These Whole Wheat Chocolate Banana Muffins are packed full of nutrition and flavor. Feel good about feeding your family these for a quick breakfast!
- 1 1/2 cups whole wheat flour (I prefer white whole wheat)
- 1/4 cup ground flaxseed (or sub almond meal or wheat germ) Why eat flaxseed?
- 1/4 cup cocoa powder
- 1/3 cup organic unrefined sugar (also called sucanat)
- 1 teaspoon baking soda
- 1/2 teaspoon salt
- 1/2 teaspoon ground cinnamon
- 1 cup smashed ripe bananas
- 1/2 cup pureed pumpkin or pureed sweet potato
- 1/3 cup plain yogurt
- 2 large eggs
- 1 teaspoon vanilla
- 1/3 cup honey
- 5 tablespoons coconut oil, melted (or butter)
- Preheat oven to 350°.
- In a large bowl, whisk together the first 7 ingredients (flour through ground cinnamon).
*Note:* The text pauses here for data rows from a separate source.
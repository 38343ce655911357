"""Terrain from rasters on disk: what they are, the grid that a plan gets, and the heights on it.

The grid
    A single lattice of rasters (one file, or tiles that fit together) whose CRS is projected,
    conformal and in metres, with square north-up cells and a scale within 0.999 to 1.001 over the
    area, is used as it is, unresampled. Everything else, and a plan that names another cell or CRS,
    is resampled to UTM (UPS beyond 84 N and 80 S) of the middle of the towers, or to the CRS named.
    The grid reaches as far as radius and data do, and nothing beyond it is read.

What is refused, with every problem at once: a file that is no raster of heights, one without CRS,
units that contradict the plan, a tower off the rasters or on a hole, a grid beyond
``terrain_grid.LARGEST_GRID_CELLS``.
"""

from collections.abc import Callable, Sequence
from dataclasses import dataclass
from pathlib import Path
from typing import Literal

import numpy as np
from numpy.typing import NDArray

from planner.errors import Problem, TerrainError
from planner.geodesy import transformer_to_wgs84, true_bearing_and_distance
from planner.io.rasters import Raster, Tally, coordinates, read_raster_facts
from planner.io.resample import averaged_block, heights_as_they_are, heights_on_grid
from planner.io.terrain_grid import Layout, centre_name, terrain_layout
from planner.terrain import Grid, Kind, Terrain, fill_small_holes

VerticalUnit = Literal["metre", "foot"]


@dataclass(frozen=True, slots=True, kw_only=True)
class TerrainSource:
    """The rasters of a plan and how to read them."""

    rasters: tuple[Path, ...]  # one or many; the first counts first
    vertical_unit: VerticalUnit = "metre"  # of the heights in the rasters
    kind: Kind = "ground"  # "surface": the heights already contain trees and roofs
    obstacles: Path | None = None  # heights above ground
    obstacle_unit: VerticalUnit = "metre"  # of the heights in the obstacle raster
    fill_holes_up_to_cells: int = 0  # 0: holes stay
    lowering_radius_m: float = 0.0  # see Terrain.standing_elevation_m


@dataclass(frozen=True, slots=True, kw_only=True)
class RasterDescription:
    """One raster in a few words; ``str()`` gives a sentence."""

    file: str
    role: Literal["heights", "obstacles"]
    format: str  # GDAL's short name
    crs: str  # name
    epsg: int | None
    rows: int
    cols: int
    cell_east_m: float  # true size of the cell in the middle of the raster
    cell_north_m: float
    data_type: str
    nodata: float | None
    vertical_unit: str
    south: float  # bounds, WGS 84; west is larger than east where it spans the 180th meridian
    west: float
    north: float
    east: float

    def __str__(self) -> str:
        epsg = f" (EPSG:{self.epsg})" if self.epsg else ""
        nodata = "none stated" if self.nodata is None else f"{self.nodata:g}"
        return (
            f"{self.file}: {self.role} in {self.vertical_unit}, {self.format}, {self.crs}{epsg}, "
            f"{self.cols} x {self.rows} cells of {self.cell_east_m:.4g} x {self.cell_north_m:.4g} "
            f"m, {self.data_type}, nodata {nodata}, latitude {self.south:.4f} to "
            f"{self.north:.4f}, longitude {self.west:.4f} to {self.east:.4f}"
        )


def describe_terrain(source: TerrainSource) -> tuple[RasterDescription, ...]:
    """Every raster of the source, described without reading heights; TerrainError as above."""
    ground, obstacles = _facts(source)
    described = [_description(raster, "heights") for raster in ground]
    return (*described, *(_description(raster, "obstacles") for raster in obstacles))


def plan_grid(
    source: TerrainSource,
    centres: Sequence[tuple[float, float]],
    radius_m: float,
    *,
    cell_m: float | None = None,
    crs: str | None = None,
    names: Sequence[str] | None = None,
) -> tuple[Grid, bool]:
    """(grid, whether the rasters are used unresampled), without reading heights.

    ``centres`` are (latitude, longitude) of the towers, ``names`` what to call them in messages,
    ``cell_m`` and ``crs`` what the plan asks for, if it does.
    """
    layout = _layout(source, centres, radius_m, cell_m, crs, names)
    return layout.grid, layout.unresampled


def read_terrain(
    source: TerrainSource,
    centres: Sequence[tuple[float, float]],
    radius_m: float,
    *,
    cell_m: float | None = None,
    crs: str | None = None,
    names: Sequence[str] | None = None,
    progress: Callable[[float], None] | None = None,
) -> Terrain:
    """The terrain within ``radius_m`` of the centres; arguments as for :func:`plan_grid`.

    ``progress`` is called with the share that is done. Raises TerrainError with every problem.
    """
    layout = _layout(source, centres, radius_m, cell_m, crs, names)
    grid, tally = layout.grid, Tally()
    with_obstacles = source.obstacles is not None and source.kind != "surface"
    share = 0.5 if with_obstacles else 1.0
    report = progress or _no_progress
    if layout.unresampled:
        ground = heights_as_they_are(layout.ground[0], grid, tally)
        report(share)
    else:
        ground = heights_on_grid(layout.ground, grid, tally, lambda done: report(share * done))
    notes = tally.warnings()
    if not layout.unresampled:
        blocks = [averaged_block(mosaic, grid) for mosaic in layout.ground]
        largest = max(rows * cols for rows, cols in blocks)
        if largest > 1:
            notes.append(
                f"a cell of {grid.cell_m:g} m is the mean of up to {largest} cells of the "
                "rasters: ridges come out lower than they are"
            )
    filled = 0
    if source.fill_holes_up_to_cells > 0:
        ground, filled = fill_small_holes(ground, source.fill_holes_up_to_cells)
        if filled:
            notes.append(
                f"{filled / ground.size:.2%} of the cells were holes of up to "
                f"{source.fill_holes_up_to_cells} cells and were filled by interpolation"
            )
    obstacle_height_m = None
    if with_obstacles:
        obstacle_tally = Tally()
        obstacle_height_m = heights_on_grid(
            layout.obstacles, grid, obstacle_tally, lambda done: report(0.5 + 0.5 * done)
        )
        notes += [f"obstacles: {note}" for note in obstacle_tally.warnings()]
        notes += _made_heights_above_ground(obstacle_height_m)
    notes += _surface_notes(source)
    terrain = Terrain(
        grid=grid,
        ground_elevation_m=ground,
        obstacle_height_m=obstacle_height_m,
        kind=source.kind,
        lowering_radius_m=source.lowering_radius_m,
        filled_share=filled / ground.size,
        warnings=tuple(notes),
    )
    _refuse_centres_on_holes(terrain, centres, names)
    return terrain


def _no_progress(share: float) -> None:
    return None


def _facts(source: TerrainSource) -> tuple[list[Raster], list[Raster]]:
    """The rasters of heights and of obstacles; TerrainError with the problems of all of them."""
    problems: list[Problem] = []
    if not source.rasters:
        problems.append(Problem(where="terrain", found="no raster", allowed="one or more"))
    ground = [read_raster_facts(path, source.vertical_unit, problems) for path in source.rasters]
    obstacles: list[Raster | None] = []
    if source.obstacles is not None and source.kind != "surface":
        obstacles = [read_raster_facts(source.obstacles, source.obstacle_unit, problems)]
    if problems:
        raise TerrainError(problems)
    return [raster for raster in ground if raster], [raster for raster in obstacles if raster]


def _layout(
    source: TerrainSource,
    centres: Sequence[tuple[float, float]],
    radius_m: float,
    cell_m: float | None,
    crs: str | None,
    names: Sequence[str] | None,
) -> Layout:
    ground, obstacles = _facts(source)
    return terrain_layout(ground, obstacles, centres, radius_m, cell_m=cell_m, crs=crs, names=names)


def _made_heights_above_ground(heights: NDArray[np.float32]) -> list[str]:
    """Make missing and negative obstacle heights 0, in place; sentences that say how many."""
    notes = []
    missing = np.isnan(heights)
    if missing.any():
        notes.append(
            f"{missing.mean():.1%} of the cells have no obstacle height; there 0 m is taken"
        )
        heights[missing] = 0.0
    negative = heights < 0.0
    if negative.any():
        notes.append(
            f"{negative.mean():.1%} of the cells have an obstacle height below ground (down to "
            f"{heights.min():.1f} m); there 0 m is taken"
        )
        heights[negative] = 0.0
    return notes


def _surface_notes(source: TerrainSource) -> list[str]:
    """What a reader must know about a model that contains trees and roofs."""
    if source.kind != "surface":
        return []
    notes = []
    if source.obstacles is not None:
        notes.append(
            f"the rasters are a surface that already contains trees and roofs, so the obstacle "
            f"raster {source.obstacles.name} is left out"
        )
    if source.lowering_radius_m > 0.0:
        notes.append(
            "the rasters are a surface: masts and customers stand on the lowest cell within "
            f"{source.lowering_radius_m:g} m, which may still be a roof or a treetop"
        )
    else:
        notes.append(
            "the rasters are a surface: masts and customers stand on roofs and treetops where "
            "there are any"
        )
    return notes


def _refuse_centres_on_holes(
    terrain: Terrain, centres: Sequence[tuple[float, float]], names: Sequence[str] | None
) -> None:
    places = np.asarray(centres, dtype=float).reshape(-1, 2)
    grid = terrain.grid
    row, col = grid.row_col(*grid.from_geographic(places[:, 0], places[:, 1]))
    problems = [
        Problem(
            where=centre_name(int(number), centres, names),
            found="a place where the terrain has no height (a hole)",
            allowed="a place with heights all around",
            advice="Move it, use a raster that is whole there, or let small holes be filled",
        )
        for number in np.flatnonzero(np.isnan(terrain.ground_at(row, col)))
    ]
    if problems:
        raise TerrainError(problems)


def _description(raster: Raster, role: Literal["heights", "obstacles"]) -> RasterDescription:
    col, row = np.meshgrid(
        np.linspace(0, raster.cols, 9), np.linspace(0, raster.rows, 9), indexing="xy"
    )
    longitude, latitude = transformer_to_wgs84(raster.crs).transform(
        *coordinates(raster.transform, col, row)
    )
    middle = (
        0.5 * raster.cols + np.array([0.0, 1.0, 0.0]),
        0.5 * raster.rows + np.array([0, 0, 1.0]),
    )
    east, north = transformer_to_wgs84(raster.crs).transform(
        *coordinates(raster.transform, *middle)
    )
    _, _, size_m = true_bearing_and_distance(north[0], east[0], north[1:], east[1:])
    # Counted from the middle, so that a raster across the 180th meridian stays in one piece.
    off_middle = np.mod(longitude - east[0] + 180.0, 360.0) - 180.0
    ends = np.mod(east[0] + np.array([off_middle.min(), off_middle.max()]) + 180.0, 360.0) - 180.0
    return RasterDescription(
        file=str(raster.path),
        role=role,
        format=raster.driver,
        crs=raster.crs_name,
        epsg=raster.crs.to_epsg(),
        rows=raster.rows,
        cols=raster.cols,
        cell_east_m=float(size_m[0]),
        cell_north_m=float(size_m[1]),
        data_type=raster.data_type,
        nodata=raster.nodata,
        vertical_unit=raster.vertical_unit,
        south=float(latitude.min()),
        west=float(ends[0]),
        north=float(latitude.max()),
        east=float(ends[1]),
    )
- In another medium-sized bowl, whisk together the next 7 ingredients (bananas through melted coconut oil) until combined.
- Add wet mixture to dry ingredients; stir or whisk just until mixed. Do not over mix.
- Pour batter into greased muffin tins.
- Bake at 350° for about 15 minutes until a wooden pick comes out clean.
- Remove from oven and cool muffins on wire rack.
Freezer Meal Instructions:
Bake muffins as stated in directions. Place muffins on cookie sheet lined with waxed (or parchment) paper. Flash freeze the muffins long enough to harden them up. Once frozen, transfer them to freezer safe bag or container. Store up to 3 months.
Take muffins out and let them thaw at room temperature or in the refrigerator. You can also stick them in the microwave for a brief time to warm them up.